That reminds me of my grandma, who keeps her cookie secret to this day.
No matter how often I asked.
And now slowly, I'll put it this way, time is pressing.
I haven't been able to find out for too long.
But it just doesn't go out.
It doesn't go out, not even to her own grandson. What's going on?
I've learned that with series concepts,
even when you write a script,
every character in a series needs at least five secrets.

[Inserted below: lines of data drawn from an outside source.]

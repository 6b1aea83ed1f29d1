/* merge.c - bring every reducer rank's results to rank 0: a binomial tree
 * for the histograms, gathers for the per-rank rows, the matrix and the
 * per-unit results, and agreement on the first error. */
#include "reduce_internal.h"

#include <limits.h> /* INT_MAX */
#include <stdlib.h> /* malloc, qsort */
#include <string.h> /* memcpy */

#define TAG_HIST 4711
/* Largest piece of one message, in u64 elements (counts are int). */
#define PIECE (1u << 26)

int mc__agree(MPI_Comm comm, int rc, mc_errinfo *err)
{
    int me = 0, np = 1;
    MPI_Comm_rank(comm, &me);
    MPI_Comm_size(comm, &np);
    const int mine = rc < 0 ? me : np;
    int root = np;
    MPI_Allreduce(&mine, &root, 1, MPI_INT, MPI_MIN, comm);
    if (root == np)
        return 0;
    mc_errinfo e;
    mc_errinfo_clear(&e);
    if (me == root) {
        if (err && err->code == rc)
            e = *err;
        else
            e.code = rc;
    }
    MPI_Bcast(&e, (int)sizeof e, MPI_BYTE, root, comm);
    if (err)
        *err = e;
    return e.code ? e.code : MC_EMPI;
}

/* ---- histogram wire form ------------------------------------------------ */

/* [n] then per histogram [kind, key, k, sizes[k], counts[k]];
 * kind 0 = (op, dir) key, 1 = communicator id. */
static int pack_hists(mc__acc *a, uint64_t **out, size_t *len)
{
    size_t n = 1;
    for (size_t k = 0; k < MC__NOPKEYS; k++)
        if (a->op[k])
            n += 3 + 2 * mc_hist_distinct(a->op[k]);
    for (size_t i = 0; i < a->comm.cap; i++)
        if (a->comm.vals[i])
            n += 3 + 2 * mc_hist_distinct(a->comm.vals[i]);
    uint64_t *b = malloc(n * sizeof *b);
    if (!b)
        return MC_ENOMEM;
    size_t at = 1, cnt = 0;
    for (size_t k = 0; k < MC__NOPKEYS; k++) {
        if (!a->op[k])
            continue;
        const size_t kk = mc_hist_distinct(a->op[k]);
        b[at] = 0;
        b[at + 1] = k;
        b[at + 2] = kk;
        mc_hist_export(a->op[k], b + at + 3, b + at + 3 + kk);
        at += 3 + 2 * kk;
        cnt++;
    }
    for (size_t i = 0; i < a->comm.cap; i++) {
        if (!a->comm.vals[i])
            continue;
        const size_t kk = mc_hist_distinct(a->comm.vals[i]);
        b[at] = 1;
        b[at + 1] = a->comm.keys[i];
        b[at + 2] = kk;
        mc_hist_export(a->comm.vals[i], b + at + 3, b + at + 3 + kk);
        at += 3 + 2 * kk;
        cnt++;
    }
    b[0] = cnt;
    *out = b;
    *len = n;
    return 0;
}

static int unpack_hists(mc__acc *a, const uint64_t *b, size_t len)
{
    if (len < 1)
        return MC_EMPI;
    size_t at = 1;
    for (uint64_t i = 0; i < b[0]; i++) {
        if (at + 3 > len)
            return MC_EMPI;
        const uint64_t kind = b[at], key = b[at + 1], k = b[at + 2];
        if (k > (len - at - 3) / 2)
            return MC_EMPI;
        mc_hist *h = NULL;
        if (kind == 0 && key < MC__NOPKEYS) {
            if (!a->op[key] && mc_hist_create(&a->op[key]) != 0)
                return MC_ENOMEM;
            h = a->op[key];
        } else if (kind == 1 && key <= UINT32_MAX) {
            h = mc__histmap_get(&a->comm, (uint32_t)key);
            if (!h)
                return MC_ENOMEM;
        } else {
            return MC_EMPI;
        }
        const int rc =
            mc_hist_add_sorted(h, b + at + 3, b + at + 3 + k, (size_t)k);
        if (rc)
            return rc;
        at += 3 + 2 * (size_t)k;
    }
    return 0;
}

/* Send @len u64 (UINT64_MAX = "failed, nothing follows") in pieces. */
static void send_u64(MPI_Comm comm, int to, const uint64_t *b, uint64_t len)
{
    MPI_Send(&len, 1, MPI_UINT64_T, to, TAG_HIST, comm);
    if (len == UINT64_MAX)
        return;
    for (uint64_t at = 0; at < len; at += PIECE) {
        const uint64_t m = len - at < PIECE ? len - at : PIECE;
        MPI_Send(b + at, (int)m, MPI_UINT64_T, to, TAG_HIST, comm);
    }
}

/* Receive what send_u64 sent; *b = NULL with rc when the sender failed. */
static int recv_u64(MPI_Comm comm, int from, uint64_t **b, size_t *len)
{
    uint64_t n = 0;
    MPI_Recv(&n, 1, MPI_UINT64_T, from, TAG_HIST, comm, MPI_STATUS_IGNORE);
    *b = NULL;
    *len = 0;
    if (n == UINT64_MAX)
        return MC_EMPI;
    uint64_t *buf = malloc((size_t)(n ? n : 1) * sizeof *buf);
    /* Without memory for the whole, receive piece by piece into a scratch
     * piece so the sender is not left blocked; if even that fails, the
     * truncated receive is an MPI error, fatal under MPI's default handler. */
    uint64_t sink[1];
    for (uint64_t at = 0; at < n; at += PIECE) {
        const uint64_t m = n - at < PIECE ? n - at : PIECE;
        if (buf) {
            MPI_Recv(buf + at, (int)m, MPI_UINT64_T, from, TAG_HIST, comm,
                     MPI_STATUS_IGNORE);
        } else {
            uint64_t *tmp = malloc((size_t)m * sizeof *tmp);
            MPI_Recv(tmp ? tmp : sink, tmp ? (int)m : 0, MPI_UINT64_T, from,
                     TAG_HIST, comm, MPI_STATUS_IGNORE);
            free(tmp);
        }
    }
    if (!buf)
        return MC_ENOMEM;
    *b = buf;
    *len = (size_t)n;
    return 0;
}

int mc__merge_hists(MPI_Comm comm, mc__acc *acc)
{
    int me = 0, np = 1;
    MPI_Comm_rank(comm, &me);
    MPI_Comm_size(comm, &np);
    int rc = 0;
    for (int mask = 1; mask < np; mask <<= 1) {
        if (me & mask) {
            uint64_t *b = NULL;
            size_t len = 0;
            if (!rc)
                rc = pack_hists(acc, &b, &len);
            send_u64(comm, me - mask, b, rc ? UINT64_MAX : len);
            free(b);
            break;
        }
        if (me + mask < np) {
            uint64_t *b = NULL;
            size_t len = 0;
            const int r = recv_u64(comm, me + mask, &b, &len);
            if (!rc)
                rc = r ? r : unpack_hists(acc, b, len);
            free(b);
        }
    }
    return rc;
}

/* ---- tables ----------------------------------------------------------------
 */

#define ROW_WORDS 9u
#define EDGE_WORDS 4u
#define RES_WORDS 11u

static int cmp_row(const void *a, const void *b)
{
    const mc__row *x = a, *y = b;
    return (x->rank > y->rank) - (x->rank < y->rank);
}

static int cmp_edge(const void *a, const void *b)
{
    const mc__edge *x = a, *y = b;
    if (x->src != y->src)
        return x->src < y->src ? -1 : 1;
    return (x->dst > y->dst) - (x->dst < y->dst);
}

static int cmp_res(const void *a, const void *b)
{
    const mc__unit_result *x = a, *y = b;
    return (x->unit > y->unit) - (x->unit < y->unit);
}

/* Sort rows and edges and sum the entries with equal keys: the pieces of a
 * split file arrive from several ranks. u64 sums are exact, so the result
 * does not depend on the order of arrival. */
static void combine(mc__acc *a)
{
    if (a->nrows > 1)
        qsort(a->rows, a->nrows, sizeof *a->rows, cmp_row);
    size_t m = 0;
    for (size_t i = 0; i < a->nrows; i++) {
        if (m && a->rows[m - 1].rank == a->rows[i].rank) {
            for (int j = 0; j < 8; j++)
                a->rows[m - 1].v[j] += a->rows[i].v[j];
        } else {
            a->rows[m++] = a->rows[i];
        }
    }
    a->nrows = m;
    if (a->nedges > 1)
        qsort(a->edges, a->nedges, sizeof *a->edges, cmp_edge);
    m = 0;
    for (size_t i = 0; i < a->nedges; i++) {
        if (m && a->edges[m - 1].src == a->edges[i].src &&
            a->edges[m - 1].dst == a->edges[i].dst) {
            a->edges[m - 1].msgs += a->edges[i].msgs;
            a->edges[m - 1].bytes += a->edges[i].bytes;
        } else {
            a->edges[m++] = a->edges[i];
        }
    }
    a->nedges = m;
}

int mc__gather_tables(MPI_Comm comm, mc__acc *acc, mc__unit_result **results,
                      size_t *nresults)
{
    int me = 0, np = 1;
    MPI_Comm_rank(comm, &me);
    MPI_Comm_size(comm, &np);
    /* Pack: [nrows, nedges, nres] rows edges results(+sums). */
    size_t n = 3 + acc->nrows * ROW_WORDS + acc->nedges * EDGE_WORDS;
    for (size_t i = 0; i < *nresults; i++)
        n += RES_WORDS + (*results)[i].nsums;
    uint64_t *b = malloc(n * sizeof *b);
    int rc = b ? 0 : MC_ENOMEM;
    if (b) {
        size_t at = 3;
        b[0] = acc->nrows;
        b[1] = acc->nedges;
        b[2] = *nresults;
        for (size_t i = 0; i < acc->nrows; i++) {
            b[at++] = (uint64_t)(uint32_t)acc->rows[i].rank;
            memcpy(b + at, acc->rows[i].v, 8 * sizeof(uint64_t));
            at += 8;
        }
        for (size_t i = 0; i < acc->nedges; i++) {
            b[at++] = (uint64_t)(uint32_t)acc->edges[i].src;
            b[at++] = (uint64_t)(uint32_t)acc->edges[i].dst;
            b[at++] = acc->edges[i].msgs;
            b[at++] = acc->edges[i].bytes;
        }
        for (size_t i = 0; i < *nresults; i++) {
            const mc__unit_result *r = &(*results)[i];
            const uint64_t w[RES_WORDS] = {r->unit,
                                           r->records,
                                           r->blocks,
                                           r->skipped_blocks,
                                           r->skipped_records,
                                           r->invalid,
                                           r->bytes,
                                           (uint64_t)r->damage_code,
                                           (uint64_t)r->damage_block,
                                           (uint64_t)r->tail_lost,
                                           r->nsums};
            memcpy(b + at, w, sizeof w);
            at += RES_WORDS;
            if (r->nsums)
                memcpy(b + at, r->sums, r->nsums * sizeof(uint64_t));
            at += r->nsums;
        }
    }
    uint64_t mylen = b && n <= (size_t)INT_MAX ? n : 0;
    if (b && n > (size_t)INT_MAX)
        rc = MC_ELIMIT;
    uint64_t *lens = me == 0 ? calloc((size_t)np, sizeof *lens) : NULL;
    MPI_Gather(&mylen, 1, MPI_UINT64_T, lens, 1, MPI_UINT64_T, 0, comm);
    int *cnt = NULL, *disp = NULL;
    uint64_t *all = NULL;
    uint64_t tot = 0;
    if (me == 0) {
        cnt = calloc((size_t)np, sizeof *cnt);
        disp = calloc((size_t)np, sizeof *disp);
        for (int i = 0; i < np && lens; i++)
            tot += lens[i];
        if (!lens || !cnt || !disp || tot > (uint64_t)INT_MAX)
            rc = rc ? rc : (tot > (uint64_t)INT_MAX ? MC_ELIMIT : MC_ENOMEM);
        else
            all = malloc((size_t)(tot ? tot : 1) * sizeof *all);
        if (!rc && !all)
            rc = MC_ENOMEM;
        for (int i = 0, at = 0; i < np && !rc; i++) {
            cnt[i] = (int)lens[i];
            disp[i] = at;
            at += cnt[i];
        }
        if (rc && cnt)
            memset(cnt, 0, (size_t)np * sizeof *cnt);
    }
    /* Every rank takes part even after a local failure; rank 0 then
     * receives nothing (all counts zero) and reports. */
    MPI_Gatherv(b, (int)mylen, MPI_UINT64_T, all, cnt, disp, MPI_UINT64_T, 0,
                comm);
    free(b);
    if (me != 0 || rc) {
        free(lens);
        free(cnt);
        free(disp);
        free(all);
        return rc;
    }
    /* Rank 0: rebuild everything from the gathered words. */
    mc__acc merged;
    mc__acc_init(&merged);
    size_t nres = 0;
    for (int i = 0; i < np; i++) {
        const uint64_t *q = all + disp[i];
        if (cnt[i] < 3)
            continue;
        nres += (size_t)q[2];
    }
    mc__unit_result *res = calloc(nres ? nres : 1, sizeof *res);
    size_t ri = 0;
    if (!res)
        rc = MC_ENOMEM;
    for (int i = 0; i < np && !rc; i++) {
        const uint64_t *q = all + disp[i];
        if (cnt[i] < 3)
            continue;
        const size_t nr = (size_t)q[0], ne = (size_t)q[1], nu = (size_t)q[2];
        size_t at = 3;
        for (size_t j = 0; j < nr && !rc; j++, at += ROW_WORDS) {
            if (merged.nrows == merged.caprows) {
                const size_t c = merged.caprows ? 2 * merged.caprows : 64;
                mc__row *nv = realloc(merged.rows, c * sizeof *nv);
                if (!nv) {
                    rc = MC_ENOMEM;
                    break;
                }
                merged.rows = nv;
                merged.caprows = c;
            }
            mc__row *rw = &merged.rows[merged.nrows++];
            rw->rank = (int32_t)(uint32_t)q[at];
            memcpy(rw->v, q + at + 1, 8 * sizeof(uint64_t));
        }
        if (!rc && ne) {
            mc__edge *nv =
                realloc(merged.edges, (merged.nedges + ne) * sizeof *nv);
            if (!nv)
                rc = MC_ENOMEM;
            else
                merged.edges = nv;
            for (size_t j = 0; j < ne && !rc; j++, at += EDGE_WORDS)
                merged.edges[merged.nedges++] = (mc__edge){
                    (int32_t)(uint32_t)q[at], (int32_t)(uint32_t)q[at + 1],
                    q[at + 2], q[at + 3]};
            merged.capedges = merged.nedges;
        }
        for (size_t j = 0; j < nu && !rc; j++) {
            mc__unit_result *r = &res[ri++];
            r->unit = q[at];
            r->records = q[at + 1];
            r->blocks = q[at + 2];
            r->skipped_blocks = q[at + 3];
            r->skipped_records = q[at + 4];
            r->invalid = q[at + 5];
            r->bytes = q[at + 6];
            r->damage_code = (int64_t)q[at + 7];
            r->damage_block = (int64_t)q[at + 8];
            r->tail_lost = (int64_t)q[at + 9];
            r->nsums = (size_t)q[at + 10];
            at += RES_WORDS;
            r->sums = malloc((r->nsums ? r->nsums : 1) * sizeof *r->sums);
            if (!r->sums) {
                rc = MC_ENOMEM;
                break;
            }
            if (r->nsums)
                memcpy(r->sums, q + at, r->nsums * sizeof(uint64_t));
            at += r->nsums;
        }
    }
    free(lens);
    free(cnt);
    free(disp);
    free(all);
    if (rc) {
        for (size_t i = 0; i < ri; i++)
            mc__unit_result_free(&res[i]);
        free(res);
        mc__acc_free(&merged);
        return rc;
    }
    qsort(res, nres, sizeof *res, cmp_res);
    combine(&merged);
    /* Hand the combined tables to the caller's accumulator. */
    free(acc->rows);
    free(acc->edges);
    acc->rows = merged.rows;
    acc->nrows = merged.nrows;
    acc->caprows = merged.caprows;
    acc->edges = merged.edges;
    acc->nedges = merged.nedges;
    acc->capedges = merged.capedges;
    merged.rows = NULL;
    merged.edges = NULL;
    mc__acc_free(&merged);
    for (size_t i = 0; i < *nresults; i++)
        mc__unit_result_free(&(*results)[i]);
    free(*results);
    *results = res;
    *nresults = nres;
    return 0;
}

It's a dramatic trick that you can tell the characters.
And I think a person needs at least five recipes
that he keeps secret and plays them over and over again.
Julia makes such a terrible tiramisu
straight from the fridge drawer.
Nobody knows how it works, but it's known all over the street.
That's the goal, right?
That you're known all over the street for your tiramisu.
Yeah, and I have something...
Chris, that's your shoe. It fits so well in there.
It's making me feel completely fine.
I have a bubble update.
I was once again on the road of the perfect dinner
and I want to give a bubble update
and that's why I would like to ask you to play a trailer now.
I'd love to.
Bubble Update
Bubble Update is our rubric where we
keep on imagining
which bubbles are in our spheres on the internet, what tabs are opened, what are closed,
what add-ons are installed, and so on,
what games are played.
And Julia, you're in the world of culinary.
Did I read that out loud between the lines?
Do you have a column of mirrors soon,
where you, as a fancy person, write about very simple food?
Or what can you expect from that?
About the food of the little man.
No, but I watch The Perfect Dinner.
It's actually on a level, right?
It's basically the same.
I have to start at the very beginning.
Nils, a listener, gave me the tip with this episode.
And what can I say?
The community doesn't disappoint.
It's really a diamond again
to follow The Perfect Dinner.
The Perfect Dinner is the show where hobby chefs
come together and passively and aggressively evaluate each other.
And strategically.
At the end of the week, the Perfect Dinner is aired.
And then there's something for someone.
An ego boost in Thomas Mannstraße in Hückelhoven or something.
And four out of five people serve as a appetizer
the avocado salmon tartare.
And the knowledge that the Thermomix
was worth
5.5 billion euros.
It's just about paying for his awesome kitchen.
It's all so good, bourgeois, real average German.
I also think that at Perfect Dinner I also like to look at it
because I think, measured by this super ultra-modern kitchen,
it can't go so bad in Germany, can it?
The best devices are there, the best workpieces, all nicely kept in white and anthracite.
That's how it is.
And the episode really doesn't disappoint.
In fact, Felix cooks.
I don't know how old exactly, I think 67 or so.
Felix is a, I would now like to formulate the positive, an interesting personality.
He talks a lot and likes to.
He also likes to make a speech.
Many of them are extremely annoying.
I think a lot of them are also invented.
The other participants believe that too.
But I'll start at the beginning.
The group is in Cologne and the Cologne area.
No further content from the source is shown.